ChronixDB / chronix.server

The Chronix Server implementation that is based on Apache Solr.
Apache License 2.0
263 stars 29 forks source link

Using SAX with Chronix #138

Closed andyfangdz closed 6 years ago

andyfangdz commented 6 years ago

Hi,

Here at Georgia Tech, we're trying to use Chronix in NIH's MD2K research project (https://md2k.org). One feature in Chronix that's particularly interesting to us is a DB-native SAX implementation. However, I did not find any documentation on using SAX with Chronix.

So here are my questions:

  1. How should one use Chronix to query the SAX representation of time-series?
  2. How should one get the calculated SAX representation (maybe pre-calculate with Chronix?)? With function queries?
  3. I saw in this issue (https://github.com/ChronixDB/chronix.examples/issues/14) that it's suggested we use the filtering method to directly find relevant representations. Is this approached preferred to storing the SAX representation back to Solr for searching/matching?
  4. I think SAX is only available in the GPL branch. Is there any features missing from that branch but are in master branch?

Thanks so much for the help! Chronix truly seems like an amazing TSDB so far. /cc @FlorianLautenschlager

FlorianLautenschlager commented 6 years ago

Hi @andyfangdz thanks for your issue. Great to hear that you try to use Chronix for your research project ;-). So first of all, Chronix matches perfectly if you have read-intensive scenario (few batch writes, lots of reads).

So lets get quickly into your questions:

  1. How should one use Chronix to query the SAX representation of time-series?
  2. How should one get the calculated SAX representation (maybe pre-calculate with Chronix?)? With function queries?

This to questions depend on each other. You can use Chronix to calculate the SAX-Representation and query for a specific representation (Case 1). Or you can pre-calculate and index the SAX-Representation. Then you can use the whole bunch of search features of Solr (Case 2). Case 2 works perfectly if your data won't change (one large import) and you can pre-calculate the representation for the whole time series.

Search for time series having a the pattern af somewhere Case 1:

//Sax(String regex, int paaSize, int alphabetSize, double threshold) 
metric{sax:*af*,10,60,0.01}

Case 2:

//pre-calculate on the client-side
//define a field in the schema.xml, <field name="sax", value="string", indexed="true", stored="true"> (stored is optional)
//store it as attribute, e.g. sax
//use a solr query
q=sax:*af* //blazing fast ;-)

A few thoughts to about the pre-calculation. Given the time series

ts = [(1,10), (2,20), (3,30), ... (10, 100)]
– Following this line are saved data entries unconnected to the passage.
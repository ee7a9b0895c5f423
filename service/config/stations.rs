//! The station list: where each observing site is on the WGS84 ellipsoid.

use std::collections::BTreeMap;

use serde::Serialize;

/// One observing site, as listed in `stations.toml`.
#[derive(Debug, Clone, PartialEq, Serialize)]
pub struct Station {
    /// The code as it appears in the observations' `stn` field.
    pub code: String,
    pub name: String,
    /// East-positive geodetic longitude, degrees.
    pub longitude_deg: f64,
    /// WGS84 geodetic latitude, degrees.
    pub latitude_deg: f64,
    /// Height above the WGS84 ellipsoid, metres.
    pub height_m: f64,
    /// Default astrometric uncertainty for observations that carry none.
    pub sigma_arcsec: Option<f64>,
}

/// Stations keyed by code.
#[derive(Debug, Clone, Default, PartialEq, Serialize)]
pub struct StationList {
    by_code: BTreeMap<String, Station>,
}

impl StationList {
    /// Builds the list; a later entry with the same code replaces an earlier
    /// one (the loader reports such duplicates as errors before this point).
    pub fn new(stations: impl IntoIterator<Item = Station>) -> Self {
        Self {
            by_code: stations
                .into_iter()
                .map(|s| (s.code.clone(), s))
                .collect(),
        }
    }

    pub fn get(&self, code: &str) -> Option<&Station> {
        self.by_code.get(code)
    }

    pub fn contains(&self, code: &str) -> bool {
        self.by_code.contains_key(code)
    }

    pub fn iter(&self) -> impl Iterator<Item = &Station> {
        self.by_code.values()
    }

    pub fn len(&self) -> usize {
        self.by_code.len()
    }

    pub fn is_empty(&self) -> bool {
        self.by_code.is_empty()
    }
}
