def apertures(text: str) -> dict[int, tuple[str, list[str]]]:
    out = {}
    for l in lines(text):
        m = AD.match(l)
        if m:
            code = int(m.group(1))
            assert code not in out, f"D{code} defined twice"
            out[code] = (m.group(2), m.group(3).split("X") if m.group(3) else [])
    return out


def test_aperture_definitions_valid_and_defined_before_use():
    """Spec 4.3: D codes start at 10, are defined once, before they are selected (4.6)."""
    text = gerber_layer_text(small_design(), "top")
    defined = set()
    for l in lines(text):
        m = AD.match(l)
        if m:
            defined.add(int(m.group(1)))
            continue
        m = re.match(r"^D(\d+)\*$", l)
        if m:
            assert int(m.group(1)) >= 10 and int(m.group(1)) in defined, l
    assert min(defined) == 10


def test_aperture_sizes():
    """Spec 4.4: C,<diameter>; R,<x>X<y>; O,<x>X<y>.  The track pen is C 0.5, the circle
    pad C 2.4, the oval TO pad O 2.4X3.2, the 90-degree rect 1.0x1.6 pad R 1.6X1.0, the
    round rectangle uses the RoundRect macro with (w, h, r, rotation)."""
    ap = apertures(gerber_layer_text(small_design(), "top"))
    values = {(t, tuple(float(p) for p in ps)) for t, ps in ap.values()}
    assert ("C", (0.5,)) in values
    assert ("C", (2.4,)) in values
    assert ("O", (2.4, 3.2)) in values
    assert ("R", (1.6, 1.0)) in values
    assert ("R", (2.4, 2.4)) in values
    assert ("RoundRect", (1.0, 1.6, 0.25, 0.0)) in values
    assert ("C", (0.8,)) in values      # via pad


def test_odd_rotation_uses_rotated_rectangle_macro():
    """Spec 4.5 primitive 21 (centre line: exposure, width, height, x, y, rotation): a
    rectangle at 30 degrees is a macro aperture carrying the rotation."""
    text = gerber_layer_text(small_design(), "bottom")
    assert "%AMRotRect*" in text
    ap = apertures(text)
    assert ("RotRect", ["1.000000", "2.000000", "30.000000"]) in ap.values()


def _eval(expr: str, params: list[float]) -> float:
    """Macro arithmetic by the spec 4.5 rules: $n variables, x multiplies, / divides,
    + and - lowest, left to right (written for this test, independent of the writer)."""
    tokens = re.findall(r"\$\d+|\d*\.\d+|\d+|[-+x/()]", expr)
    pos = 0

    def atom():
        nonlocal pos
        t = tokens[pos]
        pos += 1
        if t == "(":
            v = add()
            pos += 1
            return v
        if t == "-":
            return -atom()
        if t.startswith("$"):
            return params[int(t[1:]) - 1]
        return float(t)

    def mul():
        nonlocal pos
        v = atom()
        while pos < len(tokens) and tokens[pos] in "x/":
            op = tokens[pos]
            pos += 1
            v = v * atom() if op == "x" else v / atom()
        return v

    def add():
        nonlocal pos
        v = mul()
        while pos < len(tokens) and tokens[pos] in "+-":
            op = tokens[pos]
            pos += 1
            v = v + mul() if op == "+" else v - mul()
        return v

    return add()
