def half_bridge(width: float = 30.0, height: float = 20.0, *, track_w: float = 2.0,
                capacitor: bool = True, names: dict | None = None,
                packages: dict | None = None, q_pins=("1", "2", "3"),
                properties: dict | None = None) -> Board:
    """One half-bridge leg drawn as a ``width`` x ``height`` mm rectangle on the top layer.

    Left edge: capacitor C3 with pad 1 (HV_BUS) at (0, height) and pad 2 (HV_RTN) at (0, 0).
    Right edge: high switch Q1 with its drain pad at (width, height) and source pad 6 mm
    below; low switch Q2 with its drain pad at (width, 6) and source pad at (width, 0);
    gate pads 5 mm to the right of each drain/source pair.  ``q_pins`` gives the pad
    numbers of gate, drain and source (default the common 1 G, 2 D, 3 S).  Tracks
    ``track_w`` wide along the centre lines: HV_BUS along the top edge, SW_A between Q1's
    source and Q2's drain, HV_RTN along the bottom edge.  Every pad is a 2 mm square.
    By hand: the loop C3.1 -> Q1 D -> Q1 S -> Q2 D -> Q2 S -> C3.2 runs round the
    rectangle, enclosing ``width * height`` mm^2 with a perimeter of
    ``2 * (width + height)`` mm.
    """
    W, H = width, height
    g, d, s = q_pins
    shapes = [
        part_pad("Q1", d, W, H, "HV_BUS"), part_pad("Q1", s, W, H - 6, "SW_A"),
        part_pad("Q1", g, W + 5, H - 3, "G_Q1"),
        part_pad("Q2", d, W, 6, "SW_A"), part_pad("Q2", s, W, 0, "HV_RTN"),
        part_pad("Q2", g, W + 5, 3, "G_Q2"),
        segment_track((0, H), (W, H), track_w, "HV_BUS"),
        segment_track((W, H - 6), (W, 6), track_w, "SW_A"),
        segment_track((W, 0), (0, 0), track_w, "HV_RTN"),
    ]
    if capacitor:
        shapes += [part_pad("C3", "1", 0, H, "HV_BUS"), part_pad("C3", "2", 0, 0, "HV_RTN")]
    board = make_board(shapes, name="half-bridge")
    return add_components(board, packages=packages, names=names, properties=properties)


class StraightPaths:
    """A stand-in current-path provider: the copper between two pads is one straight round
    conductor of diameter ``diameter`` mm from pad centre to pad centre, on the start's
    layer (top when not given).  ``copper_z``: top copper's mid-plane at 1.5825 mm, bottom
    at 0.0175 mm (a 1.6 mm board with 35 um copper).  Records its calls."""

    def __init__(self, diameter: float = 0.8, shape: str = "round"):
        self.diameter = diameter
        self.shape = shape
        self.calls: list = []

    def copper_z(self, board):
        return {"top": 1.6 - 0.0175, "bottom": 0.0175}

    def current_path(self, board, graph, net, start, end):
        from types import SimpleNamespace

        from layoutcheck.physics.inductance import Segment
        self.calls.append((net, start, end))
        layer = start[2] or end[2] or "top"
        z = self.copper_z(board)[layer]
        a, b = (start[0], start[1], z), (end[0], end[1], z)
        piece = SimpleNamespace(start=a, end=b, layer=layer, width=self.diameter,
                                thickness=self.diameter, kind="trace")
        seg = Segment(a, b, self.diameter, self.diameter, self.shape)
        return SimpleNamespace(net=net, pieces=[piece], length_mm=math.dist(a, b),
                               segments=lambda: [seg],
                               points=lambda: [(a[0], a[1], layer), (b[0], b[1], layer)])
if we calculate the SAX-Representation for the whole time series -> a,b,c, ..., j the following queries matches:

So you have to think hard about the meanings of pre-calculate the SAX-Representation value.

  1. I saw in this issue (ChronixDB/chronix.examples#14) that it's suggested we use the filtering method to directly find relevant representations. Is this approached preferred to storing the SAX representation back to Solr for searching/matching?

See above. It depends on how you analyze the data. If your data won't change you can pre-calculate the data. If not, i suggest to calculate the representation on the fly.

  1. I think SAX is only available in the GPL branch. Is there any features missing from that branch but are in master branch?

No the branches are equal. But i think i have to update them to the latest version. I can do this for you.

andyfangdz commented 6 years ago

Hi @FlorianLautenschlager, thanks for the reply!

These suggestions are really helpful. I'm sure I'll come up with additional questions, but these seem to be enough to get us started.

We expect the rewrite to take a few months, until then, please enjoy a video of our prototype (that's not using chronix yet :P):

mHealth Discovery Dashboard

https://youtu.be/vpvozWf1aCc

Could you help us by updating to the latest version on both branches? Thanks!

FlorianLautenschlager commented 6 years ago

Cool. I will update the branch hopefully this evening (Europe ;-)) I will give you a ping.

andyfangdz commented 6 years ago

@FlorianLautenschlager Any chance I can get an update today? Thanks :)

FlorianLautenschlager commented 6 years ago

@andyfangdz Yes. I will release the update this evening. Sorry for the delay. Lots on my plate...

andyfangdz commented 6 years ago

@FlorianLautenschlager no worries! You've helped so much already!

FlorianLautenschlager commented 6 years ago

So its updated but the integration test does not work due to the gradle update. Will fix this this evening and let u know.

FlorianLautenschlager commented 6 years ago

@andyfangdz I have migrated it - tomorrow i will update to the latest Solr version and than its done.

andyfangdz commented 6 years ago

Thank you!

FlorianLautenschlager commented 6 years ago

For further questions i suggest that we use gitter.